Assignment ::
Which lines of the records below contain the string "shifts"? Report each of them.

#### Source records

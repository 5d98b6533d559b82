"""Putting text and lines on paper in points (1/72 inch). Text is drawn plain: markup in a note stays text."""

from __future__ import annotations

import re
from dataclasses import dataclass, field
from enum import Enum
from functools import lru_cache

from PySide6.QtCore import QPointF, QRectF, Qt
from PySide6.QtGui import QBrush, QColor, QFont, QFontDatabase, QFontMetricsF, QPainter, QPen, QPolygonF

from app.look.formats import unbroken

POINTS_PER_INCH = 72
INK, GREY, PALE, LINE = "#000000", "#444444", "#e9e9e9", "#8a8a8a"
_TALL = 1e6
_STROKE = re.compile(r"(?<=\w)/(?=\w)")


class Align(Enum):
    """Where a text stands in its width."""

    LEFT = Qt.AlignmentFlag.AlignLeft
    RIGHT = Qt.AlignmentFlag.AlignRight
    CENTRE = Qt.AlignmentFlag.AlignHCenter


@dataclass(frozen=True, slots=True)
class Style:
    """A text's size in points, weight and ink."""

    size: float = 8.5
    bold: bool = False
    ink: str = INK


LEAST_PRINT = 7.0
"""No letter is printed smaller, in points, whatever the page's scale."""
BODY = Style(7.8)
STRONG = Style(7.8, True)
SMALL = Style(7.2, False, GREY)
HEADING = Style(7.8, True)
TITLE = Style(17, True)
SUBTITLE = Style(9.5)


@dataclass(slots=True)
class Press:
    """A painter in points, with every size multiplied by `scale` so that a page can be made to fit."""

    painter: QPainter
    dots_per_inch: int
    scale: float = 1.0
    _metrics: dict[Style, QFontMetricsF] = field(default_factory=dict)
    _heights: dict[tuple[str, Style, float, Align], float] = field(default_factory=dict)
    _widths: dict[tuple[str, Style], float] = field(default_factory=dict)
    _scaled: dict[float, Press] = field(default_factory=dict)

    @property
    def unit(self) -> float:
        """Dots per point."""
        return self.dots_per_inch / POINTS_PER_INCH

    def gap(self, points: float) -> float:
        """A distance that shrinks with the page's scale."""
        return points * self.scale

    def at_scale(self, scale: float) -> Press:
        """The same paper at another scale. What was measured there before is remembered."""
        if scale == self.scale:
            return self
        if scale not in self._scaled:
            self._scaled[scale] = Press(self.painter, self.dots_per_inch, scale, _scaled=self._scaled)
        return self._scaled[scale]

    def height(self, text: str, style: Style, width: float, align: Align = Align.LEFT) -> float:
        """How high a text is when set in a width."""
        key = (text, style, width, align)
        if key not in self._heights:
            self._heights[key] = self._measured(_kept_together(text), style, width, align)
        return self._heights[key]

    def _measured(self, text: str, style: Style, width: float, align: Align) -> float:
        rect = QRectF(0, 0, width * self.unit, _TALL)
        found = self._metric(style).boundingRect(rect, self._flags(text, style, width, align), text or " ")
        return found.height() / self.unit

    def width(self, text: str, style: Style) -> float:
        """How wide a text is on one line."""
        found = self._widths.get((text, style))
        if found is None:
            found = self._widths[text, style] = self._metric(style).horizontalAdvance(text) / self.unit
        return found

    def text(
        self, x: float, y: float, width: float, text: str, style: Style = BODY, align: Align = Align.LEFT
    ) -> float:
        """Set a text in a width, wrapped between values and never inside one; its height."""
        high = self.height(text, style, width, align)
        text = _kept_together(text)
        self.painter.setFont(_font(self._pixels(style), style.bold))
        self.painter.setPen(QColor(style.ink))
        rect = QRectF(x * self.unit, y * self.unit, width * self.unit, (high + 2) * self.unit)
        self.painter.drawText(rect, self._flags(text, style, width, align), text)
        return high

    def line(self, x1: float, y1: float, x2: float, y2: float, weight: float = 0.5, ink: str = INK,
             dashes: tuple[float, ...] = ()) -> None:  # fmt: skip
        """A line of a weight in points; `dashes` in multiples of it."""
        self.painter.setPen(self._pen(weight, ink, dashes))
        u = self.unit
        self.painter.drawLine(QPointF(x1 * u, y1 * u), QPointF(x2 * u, y2 * u))

    def path(self, points: list[tuple[float, float]], weight: float = 0.6, ink: str = INK) -> None:
        """A line through points."""
        self.painter.setPen(self._pen(weight, ink, ()))
        self.painter.setBrush(Qt.BrushStyle.NoBrush)
        self.painter.drawPolyline(QPolygonF([QPointF(x * self.unit, y * self.unit) for x, y in points]))

    def box(
        self, x: float, y: float, width: float, height: float, *, fill: str = "", weight: float = 0.0,
        ink: str = INK, pattern: Qt.BrushStyle = Qt.BrushStyle.SolidPattern, round_by: float = 0.0,
    ) -> None:  # fmt: skip
        """A rectangle, filled, framed, or both."""
        brush = QBrush(QColor(fill), pattern) if fill else QBrush(Qt.BrushStyle.NoBrush)
        if fill and pattern is not Qt.BrushStyle.SolidPattern:
            brush.setTransform(brush.transform().scale(self.unit / 2, self.unit / 2))
        self.painter.setBrush(brush)
        self.painter.setPen(self._pen(weight, ink, ()) if weight else QPen(Qt.PenStyle.NoPen))
        u = self.unit
        rect = QRectF(x * u, y * u, width * u, height * u)
        if round_by:
            self.painter.drawRoundedRect(rect, round_by * u, round_by * u)
        else:
            self.painter.drawRect(rect)

    def dot(self, x: float, y: float, radius: float, *, hollow: bool = False) -> None:
        """A round mark; hollow where the value is doubtful."""
        self.painter.setPen(self._pen(0.8, INK, ()))
        self.painter.setBrush(QColor("#ffffff" if hollow else INK))
        u = self.unit
        self.painter.drawEllipse(QPointF(x * u, y * u), radius * u, radius * u)

    def _pen(self, weight: float, ink: str, dashes: tuple[float, ...]) -> QPen:
        pen = QPen(QColor(ink), weight * self.unit)
        if dashes:
            pen.setDashPattern(list(dashes))
        return pen

    def _pixels(self, style: Style) -> int:
        return round(max(style.size * self.scale, LEAST_PRINT) * self.unit)

    def _metric(self, style: Style) -> QFontMetricsF:
        found = self._metrics.get(style)
        if found is None:
            font = _font(self._pixels(style), style.bold)
            found = self._metrics[style] = QFontMetricsF(font, self.painter.device())
        return found

    def _flags(self, text: str, style: Style, width: float, align: Align) -> int:
        """Words are wrapped; a word too long for the line is broken, so that nothing is clipped."""
        longest = max((self.width(w, style) for w in text.split()), default=0.0)
        wrap = Qt.TextFlag.TextWrapAnywhere if longest > width else Qt.TextFlag.TextWordWrap
        return int(align.value) | int(Qt.AlignmentFlag.AlignTop) | int(wrap)


@lru_cache(maxsize=4096)
def _kept_together(text: str) -> str:
    """A text whose lines end neither inside a value nor at a stroke, as in P/F or 24/min."""
    return _STROKE.sub("/\N{WORD JOINER}", unbroken(text))


@lru_cache(maxsize=64)
def _font(pixels: int, bold: bool) -> QFont:
    """The platform's sans with tabular figures; DejaVu Sans after it."""
    font = QFontDatabase.systemFont(QFontDatabase.SystemFont.GeneralFont)
    font.setFamilies([font.family(), "DejaVu Sans"])
    font.setPixelSize(max(1, pixels))
    font.setBold(bold)
    font.setFeature(QFont.Tag("tnum"), 1)
    font.setFeature(QFont.Tag("liga"), 0)  # so that a search in the PDF finds "confirmed"
    font.setHintingPreference(QFont.HintingPreference.PreferNoHinting)
    return font
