"""Intake of any table by a mapping: streamed, whole or not at all, every bad cell reported by line and column."""

from __future__ import annotations

from collections.abc import Callable
from dataclasses import replace
from pathlib import Path

from core.record.channels import CHANNELS
from core.record.instant import Instant
from core.record.message import Message, RecordError, Value, refuse
from storage.draft_batch import SourceFacts
from storage.intake.findings import Findings, Intake, UnreadableFileError, unreadable
from storage.intake.held_settings import SettingChanges
from storage.intake.judged import judged_intake
from storage.intake.mapping import Mapping, open_questions
from storage.intake.named_episodes import NamedEpisodes
from storage.intake.sample_spool import SampleSpool
from storage.intake.table import Table, open_table
from storage.intake.table_dialect import column_names
from storage.intake.table_rows import Answers, TableRows
from storage.intake.table_text import RowBlock
from storage.intake.table_times import all_have_offsets
from storage.store import Store

Progress = Callable[[int, int], None]


def read_table(
    table: Table | Path, mapping: Mapping, *, now: Instant, answers: Answers | None = None,
    existing: Store | None = None, progress: Progress | None = None, cancelled: Callable[[], bool] | None = None,
) -> Intake:  # fmt: skip
    """Read a table by a mapping against the clock and what the store already has. Nothing is written.

    Raises:
        RecordError: `mapping.*` where the mapping does not fit or leaves a question open; `intake.cancelled`.
        OSError: the file cannot be read.
    """
    answers = answers or Answers()
    findings, spool, changes = Findings(), SampleSpool(), SettingChanges(existing)
    named = NamedEpisodes(existing, answers.named)
    path = table if isinstance(table, Path) else table.path
    try:
        opened = open_table(table) if isinstance(table, Path) else table
        check_complete(opened, mapping, answers)
        rows = TableRows(opened.header, mapping, answers, now, findings, spool, changes, named)
        blocks = opened.blocks(progress, cancelled)
        for number, block in enumerate(blocks):
            rows.take(_behind_header(block, opened) if number == 0 else block)
    except UnreadableFileError as error:
        return unreadable_table(path, error)
    if not opened.dialect.encoding_is_sure:
        values = {"encoding": opened.dialect.encoding}
        findings.doubt(1, "", opened.dialect.encoding, Message("table.encoding_assumed", values))
    _doubt_precision(opened, mapping, findings)
    source = SourceFacts("table", path.name, blocks.sha, blocks.size, _facts(opened, mapping, answers, spool))
    made = sorted([*rows.entries, *changes.rows()], key=lambda row: row.line)
    intake = judged_intake(source, made, spool, findings, existing, progress=progress)
    return replace(intake, unknown_patients=tuple(named.unknown))


def _doubt_precision(table: Table, mapping: Mapping, findings: Findings) -> None:
    """Say of which columns of a spreadsheet the decimals are not known: without a format 7.40 is kept as 7.4."""
    if table.book is None:
        return
    uses = [(c.column, c.channel, c.unit) for c in mapping.used]
    if mapping.long is not None:
        long = mapping.long
        uses = [(long.value, key, long.units.get(word, "")) for word, key in long.names.items() if key]
    told: set[str] = set()
    for column, key, unit in uses:
        least = table.book.without_format.get(table.header.index(column))
        usual = 1 if unit == "kPa" else CHANNELS[key].decimals
        if least is not None and least < usual and column not in told:
            told.add(column)
            values: dict[str, Value] = {"column": column, "channel": key}
            message = Message("sheet.precision_unknown", values)
            findings.doubt(table.dialect.header_line, column, "", message)


def unreadable_table(path: Path, error: UnreadableFileError) -> Intake:
    """The intake of a table that could not be read: nothing but the reason."""
    findings = Findings()
    findings.refuse(error.line, "", error.value, error.message)
    return judged_intake(SourceFacts("table", path.name), [], SampleSpool(), findings, None, whole=False)


def check_complete(table: Table, mapping: Mapping, answers: Answers) -> None:
    """Refuse a mapping that does not fit the table or leaves a question open.

    Raises:
        RecordError: `mapping.column_gone`, `mapping.incomplete`.
    """
    named = [mapping.time.date, mapping.time.clock, mapping.episode_column, mapping.by_column]
    named += [c.column for c in mapping.used]
    if mapping.long is not None:
        named += [mapping.long.channel, mapping.long.value, mapping.long.unit]
    for column in named:
        if column and column not in table.header:
            raise refuse("mapping.column_gone", column=column, accepted=" | ".join(table.header)[:400])
    offsets = all_have_offsets(table.column(mapping.time.date), mapping.time.order)
    asked = open_questions(mapping, episode_given=bool(answers.episode), has_offsets=offsets)
    if asked:
        raise RecordError(asked[0])


def _behind_header(block: RowBlock, table: Table) -> RowBlock:
    """The first block without the header; it must still be the header that was looked at."""
    header = column_names(block.rows[0][: len(table.header)]) if block.rows else ()
    if header != table.header:
        raise unreadable(table.dialect.header_line, table.path.name, "file.changed",
                         accepted="a file that nothing writes to")  # fmt: skip
    return RowBlock(block.rows[1:], block.lines[1:])


def _facts(
    table: Table, mapping: Mapping, answers: Answers, spool: SampleSpool
) -> dict[str, str | int | float | bool | None]:
    facts: dict[str, str | int | float | bool | None] = {
        "mapping": mapping.name, "zone": mapping.time.zone, "time_order": mapping.time.order,
        "decimal": mapping.decimal, "written_by": mapping.written_by, "header_line": table.dialect.header_line,
    }  # fmt: skip
    if table.book is None:
        facts |= {"encoding": table.dialect.encoding, "delimiter": table.dialect.delimiter}
    else:
        facts["sheet"] = table.dialect.sheet
    if answers.clock_shift_s:
        facts["clock_shift_s"] = answers.clock_shift_s
    facts |= {f"named.{name}": key for name, key in answers.named.items()}
    if mapping.leak_definition:
        facts["leak_definition"] = mapping.leak_definition
    facts |= {f"column.{c.column}": f"{c.channel} {c.unit}".strip() for c in mapping.used}
    facts |= {f"unit.{k}": ", ".join(sorted(u for u in v if u)) for k, v in spool.units.items() if any(v)}
    return facts
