"""The times of a block of rows at once: digits by their place, the zone by the hour, a minute once.

What is not written in one of the plain forms is left for `table_times`, which reads one by one; both ways give the
same instants, and a test holds them equal.
"""

from __future__ import annotations

from datetime import UTC, datetime, timedelta
from functools import lru_cache

import numpy as np
from numpy.typing import NDArray

from core.record.instant import DAY, HOUR, MINUTE, from_datetime
from core.record.message import RecordError
from core.record.samples import Flags, Times
from storage.intake.byte_fields import ByteFields, Bytes, Offsets
from storage.intake.distinct import kinds
from storage.intake.mapping import TimeUse
from storage.intake.number_columns import plain_digits
from storage.intake.table_times import PATTERNS, moment_of
from storage.intake.wall_times import EARLIEST, LATEST, instant_of

_EPOCHS = {"epoch_s": 6, "epoch_ms": 3}
_FORMS = 8
"""Forms tried in one block: `9:05` and `10:05` are two of them."""
_LONGEST = 40
_WORTH = 4
"""Rows in a minute from which it pays to read the minute once."""


def read_times(fields: ByteFields, date: int, clock: int | None, rows: Offsets, use: TimeUse) -> tuple[Times, Flags]:
    """Instants of rows, shape (n,), by the column of their time (or of date and clock), and which could be read."""
    if use.order in _EPOCHS:
        return _since_1970(fields, date, rows, _EPOCHS[use.order])
    t, good = np.zeros(rows.size, np.int64), np.zeros(rows.size, np.bool_)
    open_ = np.arange(rows.size)
    for _ in range(_FORMS):
        if open_.size == 0:
            break
        form = _form(fields, date, clock, int(rows[open_[0]]), use.order)
        if form is None:
            open_ = open_[1:]
            continue
        alike = form.places(fields, date, clock, rows[open_])
        of_form = open_[alike]
        table = form.table(fields, date, clock, rows[of_form])
        found, fits, reads = _read(table, form, use)
        t[of_form], good[of_form] = found, reads
        left = np.ones(open_.size, np.bool_)
        left[alike[fits]] = False
        left[0] = False  # whatever it is, it is not tried again
        open_ = open_[left]
    return t, good


def _since_1970(fields: ByteFields, date: int, rows: Offsets, decimals: int) -> tuple[Times, Flags]:
    """Seconds (six decimals to a microsecond) or milliseconds (three) since 1970, without rounding."""
    length = fields.length[date, rows]
    total, behind = plain_digits(fields.table(date, 2, rows), length, ord("."))
    good = (behind >= 0) & (behind <= decimals)
    t = np.where(good, total, 0) * 10 ** np.where(good, decimals - behind, 0)
    return t, good & (t >= EARLIEST) & (t <= LATEST)


class _Form:
    """One way in which times are written: where each part stands, and what marks stand between."""

    def __init__(self, date: str, clock: str | None, spans: dict[str, tuple[int, int]], offset: int | None) -> None:
        self._date, self._clock, self.spans, self.offset = date, clock, spans, offset
        self._day = date if clock is None else date.split(" ", maxsplit=1)[0]
        text = date if clock is None else f"{self._day} {clock}"
        taken = {i for start, end in spans.values() for i in range(start, end)}
        self.size = len(text)
        self.digits = np.array(sorted(taken))
        self.marks = np.array([i for i in range(len(text)) if i not in taken], np.int64)
        self.mark_bytes = np.array([ord(text[i]) for i in self.marks], np.uint8)
        loose = {i for name in ("second", "fraction") for i in range(*spans.get(name, (0, 0)))}
        self.minute = np.array([i for i in range(len(text)) if i not in loose])
        self.loose = np.array(sorted(loose), np.int64)

    def places(self, fields: ByteFields, date: int, clock: int | None, rows: Offsets) -> Offsets:
        """The rows whose fields are as long as those of the form."""
        alike = fields.length[date, rows] == len(self._date)
        if clock is not None and self._clock is not None:
            alike &= fields.length[clock, rows] == len(self._clock)
        return np.flatnonzero(alike)

    def table(self, fields: ByteFields, date: int, clock: int | None, rows: Offsets) -> Bytes:
        """Their bytes, shape (n, size), date and clock put together."""
        dates = fields.table(date, (len(self._date) + 7) // 8, rows)
        if clock is None or self._clock is None:
            return dates
        made = np.full((rows.size, self.size), 32, np.uint8)
        made[:, : len(self._day)] = dates[:, : len(self._day)]
        clocks = fields.table(clock, (len(self._clock) + 7) // 8, rows)
        made[:, len(self._day) + 1 :] = clocks[:, : len(self._clock)]
        if len(self._date) > len(self._day):  # a date with midnight behind it
            made[dates[:, len(self._day)] != 32, 0] = 0
        return made


def _form(fields: ByteFields, date: int, clock: int | None, row: int, order: str) -> _Form | None:
    texts = [fields.text(row, c) for c in (date, clock) if c is not None]
    if any(not x.isascii() or len(x) > _LONGEST for x in texts):
        return None
    return _form_of(texts[0], texts[1] if clock is not None else None, order)


@lru_cache(maxsize=64)
def _form_of(date: str, clock: str | None, order: str) -> _Form | None:
    text = date if clock is None else f"{date.split(' ', maxsplit=1)[0]} {clock}"
    pattern = PATTERNS.get(order)
    found = pattern.fullmatch(text) if pattern is not None else None
    if found is None or found["half"] or found.groupdict().get("name"):
        return None
    names = ("year", "month", "day", "hour", "minute", "second", "fraction")
    spans = {name: found.span(name) for name in names if found[name] is not None}
    if spans["year"][1] - spans["year"][0] != 4:
        return None
    offset: int | None = None
    if found["offset"]:
        try:
            delta = moment_of(text, order).utcoffset()
        except RecordError:
            return None
        offset = int(delta.total_seconds()) * 1_000_000 if delta is not None else None
    return _Form(date, clock, spans, offset)


def _read(table: Bytes, form: _Form, use: TimeUse) -> tuple[Times, Offsets, Flags]:
    """Instants of rows of one form; the places of those that are of the form, and which can be read."""
    new = _new_minutes(table, form)
    which = None if new.size * _WORTH > table.shape[0] else _which(new, table.shape[0])
    some = table if which is None else table[new]
    digits = some[:, form.digits]
    fits = ((digits >= 48) & (digits <= 57)).all(axis=1) & (some[:, form.marks] == form.mark_bytes).all(axis=1)
    wall, real = _wall(some, form)
    t, good = (wall - form.offset, fits & real) if form.offset is not None else _zoned(wall, fits & real, use)
    if which is None:
        return t, np.flatnonzero(fits), good
    t, good, fits = t[which], good[which], fits[which]
    own = table[:, form.loose]
    plain = ((own >= 48) & (own <= 57)).all(axis=1)
    seconds = _loose(table, form)
    t += seconds - seconds[new][which]
    return t, np.flatnonzero(fits & plain), good & plain & (seconds < 60_000_000)


def _new_minutes(table: Bytes, form: _Form) -> Offsets:
    """The rows whose minute is another than that of the row before."""
    if table.shape[0] < 2 or form.loose.size == 0:
        return np.arange(table.shape[0])
    width = table.shape[1]
    mask = np.zeros(-(-width // 8) * 8, np.uint8)
    mask[form.minute] = 255
    if width % 8:
        padded = np.zeros((table.shape[0], mask.size), np.uint8)
        padded[:, :width] = table
        table = padded
    words = np.ascontiguousarray(table).view(np.uint64) & mask.view(np.uint64)
    new = np.ones(table.shape[0], np.bool_)
    new[1:] = words[1:, 0] != words[:-1, 0]
    for part in range(1, words.shape[1]):
        new[1:] |= words[1:, part] != words[:-1, part]
    return np.flatnonzero(new)


def _which(new: Offsets, count: int) -> Offsets:
    """For each row the place of its minute's first row in `new`."""
    starts = np.zeros(count, np.int64)
    starts[new[1:]] = 1
    return np.cumsum(starts)


def _part(table: Bytes, span: tuple[int, int]) -> NDArray[np.int64]:
    value = np.zeros(table.shape[0], np.int64)
    for place in range(*span):
        value = value * 10 + (table[:, place].astype(np.int64) - 48)
    return value


def _loose(table: Bytes, form: _Form) -> Times:
    """Seconds and their fraction, in microseconds."""
    made = _part(table, form.spans.get("second", (0, 0))) * 1_000_000
    if "fraction" in form.spans:
        start, end = form.spans["fraction"]
        end = min(end, start + 6)
        made += _part(table, (start, end)) * 10 ** (6 - (end - start))
    return made


def _wall(table: Bytes, form: _Form) -> tuple[Times, Flags]:
    """Microseconds on the wall clock as if it were UTC, and which of them are real dates and times."""
    names = ("year", "month", "day", "hour", "minute")
    year, month, day, hour, minute = (_part(table, form.spans[name]) for name in names)
    good = (year >= 1990) & (year <= 2099) & (month >= 1) & (month <= 12) & (day >= 1) & (day <= 31)
    good &= (hour < 24) & (minute < 60)
    months = np.where(good, (year - 1970) * 12 + month - 1, 0).astype("datetime64[M]")
    days = months.astype("datetime64[D]") + np.where(good, day - 1, 0)
    good &= days.astype("datetime64[M]") == months
    loose = _loose(table, form)
    good &= loose < 60_000_000
    return (days.astype(np.int64) * 86_400 + hour * 3_600 + minute * 60) * 1_000_000 + loose, good


def _zoned(wall: Times, good: Flags, use: TimeUse) -> tuple[Times, Flags]:
    """Wall times to instants: the offset is the same within an hour, but for hours of a change of the clock."""
    if not use.zone:
        return wall, np.zeros_like(good)
    days, of_day = kinds(np.where(good, wall // DAY, 0).view(np.uint64))
    found = [_shift(int(d), DAY // MINUTE, use.zone) for d in (np.where(good, wall // DAY, 0)[days]).tolist()]
    shifts = np.array([s or 0 for s in found], np.int64)[of_day]
    plain = np.array([s is not None for s in found], np.bool_)[of_day]
    odd = np.flatnonzero(good & ~plain)
    if odd.size:  # a day on which the clock is changed: hour by hour
        hours, of_hour = np.unique(wall[odd] // HOUR, return_inverse=True)
        found = [_shift(int(h), HOUR // MINUTE, use.zone) for h in hours.tolist()]
        shifts[odd] = np.array([s or 0 for s in found], np.int64)[of_hour]
        plain[odd] = np.array([s is not None for s in found], np.bool_)[of_hour]
    return wall - shifts, good & plain


@lru_cache(maxsize=4096)
def _shift(number: int, minutes: int, zone: str) -> int | None:
    """Wall clock less UTC in microseconds in the `number`th span of so many minutes; None where it changes."""
    start = datetime(1970, 1, 1) + timedelta(minutes=number * minutes)  # noqa: DTZ001
    parts = (0, minutes // 2, minutes - 1)
    try:
        first, *others = (instant_of(start + timedelta(minutes=m), zone, "") - m * MINUTE for m in parts)
    except RecordError:
        return None
    return from_datetime(start.replace(tzinfo=UTC)) - first if all(x == first for x in others) else None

########

Exercise solution ::
    shifts = np.array([s or 0 for s in found], np.int64)[of_day]
        shifts[odd] = np.array([s or 0 for s in found], np.int64)[of_hour]
    return wall - shifts, good & plain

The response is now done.